The defendant in his pretended explanations, given on his examination before the county judge on the 26th of August, attempts to account for the manner in which this indebtedness arose, or of what it consisted, and says it existed in a note of $200, given in April, 1861, (but for what purpose, or to whom, or upon what consideration, is not stated,) and also a note of $100, or about that sum, given to Ralph Mead *621& Co., and indorsed and paid by said Ira Norton, jun., (but when it was given or paid by him, whether before or after the several trades between him and his father-in-law, is not stated.) He further says, that $200 existed in account, of which about $50 was for house rent, and wood and other items, amounting in all to over $100; and the defendant thought, $75 or $80 paid by Norton on notes owing by the defendant, in Attica. When these several items of indebtedness accrued is not stated; and I think it quite fair to presume, when viewed ■ in the light of the previous state of the accounts and dealings between them, that this pretended indebtedness of $500 had no real or substantial existence.
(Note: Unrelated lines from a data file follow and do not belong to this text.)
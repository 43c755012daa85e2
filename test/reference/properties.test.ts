import { readFileSync } from 'node:fs';
import { createRequire } from 'node:module';
import fc from 'fast-check';
import { describe, expect, it } from 'vitest';
import type { DenseRiskModel } from '../../src/linalg/risk-model.js';
import { riskContributionsInto } from '../../src/optimize/risk-decomposition.js';
import { solveRiskParity } from '../../src/optimize/risk-parity.js';

// Property-based checks (fast-check) of published properties of risk parity and of the Euler
// decomposition, on random positive-definite covariance matrices.

/** The npm package `quadprog` (Goldfarb & Idnani 1983 dual method; 1-indexed arrays, no types). */
interface QuadprogResult {
  solution?: number[];
  message: string;
}
interface Quadprog {
  solveQP(Dmat: number[][], dvec: number[], Amat: number[][], bvec: number[], meq: number): QuadprogResult;
}
const quadprog = createRequire(import.meta.url)('quadprog') as Quadprog;

/**
 * Long-only minimum variance, min wᵀΣw s.t. 1ᵀw = 1, w ≥ 0, by quadprog: an independent,
 * general-purpose QP solver used as the outside reference for σ_MV.
 */
function longOnlyMinimumVariance(model: DenseRiskModel): number[] {
  const n = model.n;
  const D: number[][] = [[]];
  const d: number[] = [0];
  const A: number[][] = [[]];
  const b: number[] = [0, 1];
  for (let i = 1; i <= n; i++) {
    D.push([0]);
    A.push([0, 1]); // column 1: budget (equality, meq = 1)
    d.push(0);
    for (let j = 1; j <= n; j++) D[i].push(model.cov[(i - 1) * n + (j - 1)]);
    for (let j = 1; j <= n; j++) A[i].push(i === j ? 1 : 0); // columns 2..n+1: w_j ≥ 0
  }
  for (let j = 1; j <= n; j++) b.push(0);
  const result = quadprog.solveQP(D, d, A, b, 1);
  if (result.solution === undefined || result.message !== '') throw new Error(`quadprog: ${result.message}`);
  return result.solution.slice(1);
}

function volatility(model: DenseRiskModel, w: ArrayLike<number>): number {
  const n = model.n;
  let v = 0;
  for (let i = 0; i < n; i++) for (let j = 0; j < n; j++) v += w[i] * model.cov[i * n + j] * w[j];
  return Math.sqrt(v);
}

/** Random PD covariance: correlation from AAᵀ + δI (δ > 0 keeps it positive definite), random vols. */
const covarianceArb = fc.integer({ min: 2, max: 7 }).chain((n) =>
  fc
    .record({
      a: fc.array(fc.double({ min: -1, max: 1, noNaN: true }), { minLength: n * n, maxLength: n * n }),
      vols: fc.array(fc.double({ min: 0.02, max: 0.8, noNaN: true }), { minLength: n, maxLength: n }),
      ridge: fc.double({ min: 0.02, max: 1, noNaN: true }),
    })
    .map(({ a, vols, ridge }): DenseRiskModel => {
      const g = new Float64Array(n * n);
      for (let i = 0; i < n; i++) {
        for (let j = 0; j < n; j++) {
          let s = i === j ? ridge : 0;
          for (let c = 0; c < n; c++) s += a[i * n + c] * a[j * n + c];
          g[i * n + j] = s;
        }
      }
      const cov = new Float64Array(n * n);
      for (let i = 0; i < n; i++) {
        for (let j = 0; j < n; j++) {
          cov[i * n + j] = (vols[i] * vols[j] * g[i * n + j]) / Math.sqrt(g[i * n + i] * g[j * n + j]);
        }
      }
      return { kind: 'dense', n, cov };
    }),
);

function solveErc(model: DenseRiskModel): Float64Array {
  const r = solveRiskParity(model);
  expect(r.diagnostics.converged).toBe(true);
  expect(r.diagnostics.kktResidual).toBeLessThanOrEqual(1e-10);
  return r.weights;
}

describe('risk parity properties (Maillard, Roncalli & Teïletche 2010)', () => {
  it('scaling returns by c (Σ → c²Σ) scales volatility by c and leaves ERC weights unchanged', () => {
    // Risk contributions are homogeneous in Σ, so the ERC condition is scale-free (MRT 2010, §2).
    fc.assert(
      fc.property(covarianceArb, fc.double({ min: 0.01, max: 100, noNaN: true }), (model, c) => {
        const scaled: DenseRiskModel = { ...model, cov: model.cov.map((v) => v * c * c) };
        const w = solveErc(model);
        const ws = solveErc(scaled);
        for (let i = 0; i < model.n; i++) expect(Math.abs(w[i] - ws[i])).toBeLessThan(1e-10);
        const ratio = volatility(scaled, ws) / volatility(model, w);
        expect(Math.abs(ratio - c) / c).toBeLessThan(1e-10);
      }),
      { numRuns: 100 },
    );
  });

  it('permuting assets permutes the ERC weights', () => {
    // The ERC portfolio is defined asset by asset, with no reference to order (MRT 2010).
    const arb = covarianceArb.chain((model) =>
      fc.tuple(
        fc.constant(model),
        fc.shuffledSubarray(
          Array.from({ length: model.n }, (_, i) => i),
          { minLength: model.n, maxLength: model.n },
        ),
      ),
    );
    fc.assert(
      fc.property(arb, ([model, perm]) => {
        const n = model.n;
        const cov = new Float64Array(n * n);
        for (let i = 0; i < n; i++) for (let j = 0; j < n; j++) cov[i * n + j] = model.cov[perm[i] * n + perm[j]];
        const w = solveErc(model);
        const wp = solveErc({ kind: 'dense', n, cov });
        for (let i = 0; i < n; i++) expect(Math.abs(wp[i] - w[perm[i]])).toBeLessThan(1e-10);
      }),
      { numRuns: 100 },
    );
  });

  it('σ_MV ≤ σ_ERC ≤ σ_1/N on random positive-definite matrices', () => {
    // Maillard, Roncalli & Teïletche (2010), volatility ordering; σ_MV from quadprog (long-only).
    fc.assert(
      fc.property(covarianceArb, (model) => {
        const n = model.n;
        const mv = longOnlyMinimumVariance(model);
        const sigmaMv = volatility(model, mv);
        const sigmaErc = volatility(model, solveErc(model));
        const sigmaEqual = volatility(model, new Array(n).fill(1 / n));
        expect(sigmaMv).toBeLessThanOrEqual(sigmaErc * (1 + 1e-9));
        expect(sigmaErc).toBeLessThanOrEqual(sigmaEqual * (1 + 1e-12));
      }),
      { numRuns: 150 },
    );
  });

  it('σ_MV ≤ σ_ERC ≤ σ_1/N on real data, σ_MV from the cvxpy/CLARABEL fixture', () => {
    // vega-datasets stocks (scripts/reference/vega_stocks_reference.py): long-only minimum
    // variance solved by cvxpy + CLARABEL, cross-checked by scipy SLSQP.
    const fixture = JSON.parse(readFileSync(new URL('./fixtures/vega-stocks.json', import.meta.url), 'utf8')) as {
      sampleCovariance: number[][];
      optima: { minimumVariance: { variance: number; weights: number[] } };
    };
    const n = fixture.sampleCovariance.length;
    const model: DenseRiskModel = { kind: 'dense', n, cov: Float64Array.from(fixture.sampleCovariance.flat()) };
    const sigmaMv = Math.sqrt(fixture.optima.minimumVariance.variance);
    // quadprog agrees with the fixture's minimum variance (two independent solvers).
    expect(Math.abs(volatility(model, longOnlyMinimumVariance(model)) - sigmaMv)).toBeLessThan(1e-9);
    const sigmaErc = volatility(model, solveErc(model));
    expect(sigmaMv).toBeLessThan(sigmaErc);
    expect(sigmaErc).toBeLessThan(volatility(model, new Array(n).fill(1 / n)));
  });
});

describe('Euler decomposition property (Tasche 2008, arXiv:0708.2542)', () => {
  it('risk contributions sum to the volatility for any weights, long or short', () => {
    const arb = covarianceArb.chain((model) =>
      fc.tuple(fc.constant(model), fc.array(fc.double({ min: -1, max: 1, noNaN: true }), { minLength: model.n, maxLength: model.n })),
    );
    fc.assert(
      fc.property(arb, ([model, wArr]) => {
        const w = Float64Array.from(wArr);
        const sigma = volatility(model, w);
        fc.pre(sigma > 1e-6);
        const rc = new Float64Array(model.n);
        const reported = riskContributionsInto(model, w, rc);
        const sum = rc.reduce((a, b) => a + b, 0);
        expect(Math.abs(reported - sigma) / sigma).toBeLessThan(1e-12);
        expect(Math.abs(sum - sigma) / sigma).toBeLessThan(1e-11);
      }),
      { numRuns: 200 },
    );
  });
});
And if this be the proper solution of the matter, the giving of the note and subsequent judgment therefor to cover his title to the land in Wisconsin, to be divested by means of the judgment and thereby defeat the plaintiffs in the collection of their debt, was a violation of the spirit of the injunction order, and that the defendant was properly convicted. The fine imposed was no greater than the injury sustained; and being less than the amount due the plaintiffs on their judgment, it was properly imposed, by the county judge.

[Erie General Term, May 12, 1862.

The order appealed from should be affirmed, with $10 costs.